Sunday, February 20, 2011


Today is the 10th anniversary of Dale Earnhardt's death on the last lap of the Daytona 500. You may be wondering -- "Oh, yeah, the Daytona 500 -- I used to watch that when I was a kid. How's that going these days?" So I thought this would be a good time to catch everyone up on the last few years of NASCAR.

The big story is that NASCAR's effort to turn itself into a mainstream sport along the lines of the NFL, the NBA, and MLB has largely failed. In 2003, NASCAR's current owner -- NASCAR is the only sport owned by a single person -- took over the enterprise built up by his grandfather and father, and has pretty much run things into the ground. Just as J.R. Ewing was more interested in making complicated and controversial deals than keeping his eye on the oil patch, Brian France is constantly chasing new schemes that take NASCAR away from its roots. In 2004, he started a rather silly playoff system that complicated the traditional Winston Cup race. In 2008, he forced everyone to start driving the "Car of Tomorrow" -- a boxy, ugly car body that has never really worked right and that is constantly being re-tweaked. He also moved races all over the schedule in a desperate attempt to attract non-Southern fans -- ending the traditional Labor Day race at Darlington, ending racing at Rockingham, North Carolina, and so forth. There have also been talk of "entertainment cautions" -- the use of caution flags not to deal with debris, but to bunch up the cars and make a race closer. None of these ideas has worked -- as any actual sports fan could have told you in advance -- and NASCAR is probably at its lowest level of popularity since the early 1990s.

NASCAR has also been burdened by the complete domination of Jimmie Johnson, who is almost certainly the most boring great driver of all time. Johnson has only won the Daytona 500 one time -- the last four years he hasn't finished better than 27th there -- but he grinds out points week after week, mainly because Hendrick Motorsports (which owns his car) gives him the best cars and support in the sport. The result is a situation in which NASCAR has all the disadvantages of a dynasty (lack of drama, no good underdog stories) with none of the charisma and drama that someone like Tiger Woods or Michael Jordan can create. In fact, Johnson's dominance has crippled the careers of much more charismatic drivers, such as Jeff Gordon, Dale Earnhardt, Jr., and Tony Stewart. If you can imagine a world in which Bud Grant's Vikings won five consecutive Super Bowls, you will have a good sense of what the last few years have been like for NASCAR fans.

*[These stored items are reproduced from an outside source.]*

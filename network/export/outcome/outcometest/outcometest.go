// Package outcometest makes an invented outcome for tests of writers.
package outcometest

import (
	"fmt"
	"math"

	"workheat/network/element"
	"workheat/network/energy"
	"workheat/network/export/outcome"
	"workheat/network/record"
	"workheat/network/unit"
)

// The invented duty: snubs of so many seconds, the first at FirstSnub, then a long cool-down.
const (
	Rounds    = 15
	Every     = 45.0
	SnubTime  = 5.1234567
	FirstSnub = 0.7654321
)

// Run returns a run of n nodes, the last of them held when there is more than one, that lasts end seconds.
// Temperatures rise linearly in each snub and decay after it, so that each peak is a corner at a known time
// that round sampling intervals miss. All figures are invented.
func Run(n int, end float64) *outcome.Run {
	r := &outcome.Run{
		Title:    "Invented corner, repeated snubs",
		Source:   "corner.json",
		Netlist:  []byte("{\n  \"workheat\": 1,\n  \"title\": \"Invented corner\"\n}\n"),
		Program:  "workheat 0.0.0",
		Caution:  "Invented figures: for tests only.",
		End:      end,
		Settings: [][2]string{{"method", "invented"}, {"relative tolerance", "1e-6"}},
		Warnings: []string{"a correlation was used outside its range for 12 s"},
		Book:     book(n),
	}
	for i := range n {
		r.Summary = append(r.Summary, summary(n, i, end))
	}
	r.Series = func(interval float64) *record.Series { return series(n, end, interval) }
	return r
}

// Name returns the name of node i.
func Name(i int) string { return fmt.Sprintf("node %d", i+1) }

func held(n, i int) bool { return n > 1 && i == n-1 }

// Temperature returns the temperature [K] of node i of n at time t [s].
func Temperature(n, i int, t float64) float64 {
	const start = 293.15
	if held(n, i) {
		return start
	}
	rise, decay := 160/(1+0.5*float64(i)), 60*(1+0.6*float64(i))
	sum := 0.0
	for k := range Rounds {
		s := t - FirstSnub - float64(k)*Every
		switch {
		case s <= 0:
		case s < SnubTime:
			sum += s / SnubTime
		default:
			sum += math.Exp(-(s - SnubTime) / decay)
		}
	}
	return start + rise*sum
}

// Peak returns the highest temperature [K] of node i and when it is [s]; it is at the end of a snub.
func Peak(n, i int, end float64) (highest, when float64) {
	highest = Temperature(n, i, 0)
	for k := range Rounds {
		at := math.Min(end, FirstSnub+float64(k)*Every+SnubTime)
		if v := Temperature(n, i, at); v > highest {
			highest, when = v, at
		}
	}
	return highest, when
}

func limits(i int) []element.Limit {
	switch i {
	case 0:
		return []element.Limit{{Name: "fade", Temperature: 273.15 + 250}}
	case 1:
		return []element.Limit{{Name: "vapour lock", Temperature: 273.15 + 400}, {Name: "paint", Temperature: 273.15 + 5000}}
	}
	return nil
}

func summary(n, i int, end float64) record.Summary {
	s := record.Summary{
		Name: Name(i), Held: held(n, i),
		Start: Temperature(n, i, 0), End: Temperature(n, i, end), Lowest: math.NaN(),
	}
	s.Highest, s.When = Peak(n, i, end)
	for _, l := range limits(i) {
		m := record.Margin{Limit: l, Margin: l.Temperature - s.Highest, First: math.NaN()}
		if m.Margin < 0 {
			m.Above, m.First = 12, 100
		}
		s.Limits = append(s.Limits, m)
	}
	return s
}

func series(n int, end, interval float64) *record.Series {
	s := &record.Series{}
	for k := 0; float64(k)*interval < end-1e-9*interval; k++ {
		s.Time = append(s.Time, float64(k)*interval)
	}
	s.Time = append(s.Time, end)
	add := func(name string, g record.Group, w unit.Want, l []element.Limit, f func(float64) float64) {
		c := record.Column{Name: name, Group: g, Want: w, Limits: l, Values: make([]float64, len(s.Time))}
		for k, t := range s.Time {
			c.Values[k] = f(t)
		}
		s.Columns = append(s.Columns, c)
	}
	for i := range n {
		add(Name(i), record.Temperatures, unit.Temperature, limits(i), func(t float64) float64 { return Temperature(n, i, t) })
	}
	for i := 0; i+1 < n; i++ {
		f := func(t float64) float64 { return 7 * (Temperature(n, i, t) - Temperature(n, i+1, t)) }
		add(Name(i)+" to "+Name(i+1), record.Flows, unit.Power, nil, f)
	}
	add("speed", record.Vehicle, unit.RoadSpeed, nil, func(t float64) float64 { return 20 + 10*math.Sin(t/7) })
	for k := range Rounds {
		at := float64(k) * Every
		s.Segments = append(s.Segments,
			record.Segment{Start: at, End: at + SnubTime, Label: "1.1 brake", Round: k + 1, First: true},
			record.Segment{Start: at + SnubTime, End: at + 20, Label: "1.2 speed up", Round: k + 1, First: true},
			record.Segment{Start: at + 20, End: at + Every, Label: "1.2 speed up, rest of the interval", Round: k + 1, First: true})
	}
	s.Segments = append(s.Segments, record.Segment{Start: Rounds * Every, End: end, Label: "2 rest", First: true})
	return s
}

func book(n int) *energy.Book {
	b := &energy.Book{
		WorkIn: 5.25e6, HeatOut: 4e6, Stored: 1.25e6, Throughput: 5.25e6, LedgerGap: 3e-9, IndependentGap: 2,
		Dissipators: []energy.DissipatorLine{{Name: "pad", Work: 5.25e6, Heat: 5.25e6, Expected: 5.25e6}},
		Vehicle:     &energy.VehicleLine{Name: "van", Distance: 41e3, Drive: 2e7, Rolling: 1e6, Air: 4e6, Brake: 1.5e7, Modelled: 5.25e6},
		Checks: []energy.Check{
			{Layer: 1, Name: "node balances", About: "stored energy against heat by all paths", Gap: 3e-9, Allowed: 5e-6, Unit: "J", Passed: true, Where: Name(0)},
			{Layer: 2, Name: "recount", About: "the same energies from the recorded solution", Gap: 2, Allowed: 50, Unit: "J", Passed: true, Where: Name(0)},
		},
		Closed: true,
	}
	for i := range n {
		b.Nodes = append(b.Nodes, energy.NodeLine{Name: Name(i), Net: 1e5, Stored: 1e5, Held: held(n, i)})
	}
	for i := 0; i+1 < n; i++ {
		b.Paths = append(b.Paths, energy.PathLine{Element: Name(i) + " to " + Name(i+1), Path: "conduction", Kind: "conduction", From: Name(i), To: Name(i + 1), Net: 2e5, Inside: true})
	}
	return b
}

Nevertheless, hope springs eternal, and we will hope that today's race captures the spirit of fun and high drama that used to make NASCAR great.

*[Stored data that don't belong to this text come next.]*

package material

import "workheat/network/element"

func organicLining() *element.Material {
	return &element.Material{
		Name:         "organic lining",
		About:        "resin-bonded friction lining of pads and shoes",
		Source:       "density 2400, k 1.31, c 1230: one set of values used in published student brake studies",
		Density:      2400,
		Capacity:     element.Constant(1230),
		Conductivity: element.Constant(1.31),
		Low:          0 + zeroCelsius,
		High:         400 + zeroCelsius, // about the upper continuous limit below
		Limits: []element.Limit{
			{Name: "continuous, weakest", Temperature: 260 + zeroCelsius, Source: liningSource + "500 degF"},
			{Name: "continuous, best", Temperature: 399 + zeroCelsius, Source: liningSource + "750 degF"},
		},
		Doubtful: "one set of values without temperature dependence; linings differ widely (from memory: density 2400 to 2600, " +
			"k 1.2 to 1.5, c 1100 to 1470). Give the lining's own values where they are known",
	}
}

const liningSource = "Shigley, Mechanical Engineering Design, Table 16-3, rigid moulded non-asbestos: "
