package material

import "workheat/network/element"

// steelConductivity returns the thermal conductivity of carbon steel, W/(m K), at theta in degC, for
// 20 <= theta <= 1200. It falls by 0.06 at 800 degC. Outside the range it keeps the end values.
//
// Source: EN 1993-1-2:2005, 3.4.1.3.
func steelConductivity(theta float64) float64 {
	if theta < 800 {
		return 54 - 3.33e-2*max(theta, 20)
	}
	return 27.3
}

// steelBranches is the published specific heat capacity of carbon steel on the parts of its range, J/(kg K) over
// degC. It jumps up by 0.3 at 600 degC and down by 0.4 at 900 degC and has a peak of 5000 at 735 degC, as published.
//
// Source: EN 1993-1-2:2005, 3.4.1.2.
var steelBranches = []branch{
	{20, 600, func(t float64) float64 { return 425 + t*(7.73e-1+t*(-1.69e-3+t*2.22e-6)) }},
	{600, 735, func(t float64) float64 { return 666 + 13002/(738-t) }},
	{735, 900, func(t float64) float64 { return 545 + 17820/(t-731) }},
	{900, 1200, func(float64) float64 { return 650 }},
}

// steelTolerance is how far the chords of the table may be from the formula, relative; chosen by trial so
// that the enthalpy at the peak is within 1e-4 of the formula's.
const steelTolerance = 2e-4

func carbonSteel() *element.Material {
	at, c := sampled(steelTolerance, steelBranches...)
	return &element.Material{
		Name:     "carbon steel",
		About:    "unalloyed and low-alloyed structural steel, with the heat of its change of structure near 735 degC",
		Source:   "EN 1993-1-2:2005, 3.4.1.2 and 3.4.1.3; c tabulated from the formula to 0.02 %",
		Density:  7850,
		Capacity: element.MustCurve(kelvin(at), c),
		Conductivity: element.MustCurve(kelvin([]float64{20, 800, 800, 1200}),
			[]float64{steelConductivity(20), 54 - 3.33e-2*800, 27.3, 27.3}),
		Low:  20 + zeroCelsius,
		High: 1200 + zeroCelsius,
	}
}
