package material

import "workheat/network/element"

func glycolBrakeFluid() *element.Material {
	return &element.Material{
		Name:         "glycol brake fluid",
		About:        "glycol-ether brake fluid, DOT 3, DOT 4 or DOT 5.1",
		Source:       "density, c and k from memory; boiling points: 49 CFR 571.116 (FMVSS 116)",
		Density:      1050,
		Capacity:     element.Constant(2200),
		Conductivity: element.Constant(0.18),
		Low:          -40 + zeroCelsius, // coldest test of the standard
		High:         260 + zeroCelsius, // highest of the least boiling points
		Limits: []element.Limit{
			{Name: "DOT 3 wet boiling point", Temperature: 140 + zeroCelsius, Source: fluidSource},
			{Name: "DOT 4 wet boiling point", Temperature: 155 + zeroCelsius, Source: fluidSource},
			{Name: "DOT 5.1 wet boiling point", Temperature: 180 + zeroCelsius, Source: fluidSource},
			{Name: "DOT 3 dry boiling point", Temperature: 205 + zeroCelsius, Source: fluidSource},
			{Name: "DOT 4 dry boiling point", Temperature: 230 + zeroCelsius, Source: fluidSource},
			{Name: "DOT 5.1 dry boiling point", Temperature: 260 + zeroCelsius, Source: fluidSource},
		},
		Doubtful: "density, c and k are from memory only, without a published source (c 2000 to 2400 J/(kg K), " +
			"k 0.16 to 0.20 W/(m K), density 1020 to 1070 kg/m^3): give a measured value where the fluid's temperature matters",
	}
}

const fluidSource = "49 CFR 571.116 (FMVSS 116), least permitted; wet: with 3.7 % water"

LAST 10 WINSTON CUP CHAMPIONS (I refuse to use whatever sponsor name NASCAR is using these days. They don't pay me. I grew up with the Winston Cup, and I'm sticking with the Winston Cup):
2010: Jimmie Johnson (Chevy)
2009: Jimmie Johnson (Chevy)
2008: Jimmie Johnson (Chevy)
2007: Jimmie Johnson (Chevy)
2006: Jimmie Johnson (Chevy)
2005: Tony Stewart (Chevy)
2004: Kurt Busch (Ford)
2003: Matt Kenseth (Ford)
2002: Tony Stewart (Pontiac)
2001: Jeff Gordon (Chevy)

2010: Jamie McMurray (Missouri)
2009: Matt Kenseth (Wisconsin)
2008: Ryan Newman (Indiana)
2007: Kevin Harvick (California)
2006: Jimmie Johnson (California)
2005: Jeff Gordon (California)
2004: Dale Earnhardt, Jr. (N. Carolina)
2003: Michael Waltrip (Kentucky)
2002: Ward Burton (Virginia)
2001: Michael Waltrip (Kentucky)

1. Jimmie Johnson
2. Denny Hamlin
3. Keven Harvick
4. Carl Edwards
5. Matt Kenseth
6. Greg Biffle
7. Tony Stewart
8. Kyle Busch
9. Jeff Gordon
10. Clint Bowyer


  1. Thank you for this report.

    They talked about the Daytona 500 on The Joe B & Denny Show on Friday, and Joe B said he'd like to attend the race. Denny quickly mentioned that he has some good friends who live in Daytona Beach and that he and Joe could go down there and stay next year. I thought that was kind of sweet to think about.

    I once interviewed Michael Waltrip, before he had won his Daytona 500s, and I had no idea how close I was to being punched in the face.

  2. Also, GoHeath, I hope you don't mind that I added an Owensboro label to your post.

  3. No, that's fine. We should have an Owensboro label.

  4. This post makes me miss GoHeath at the HP.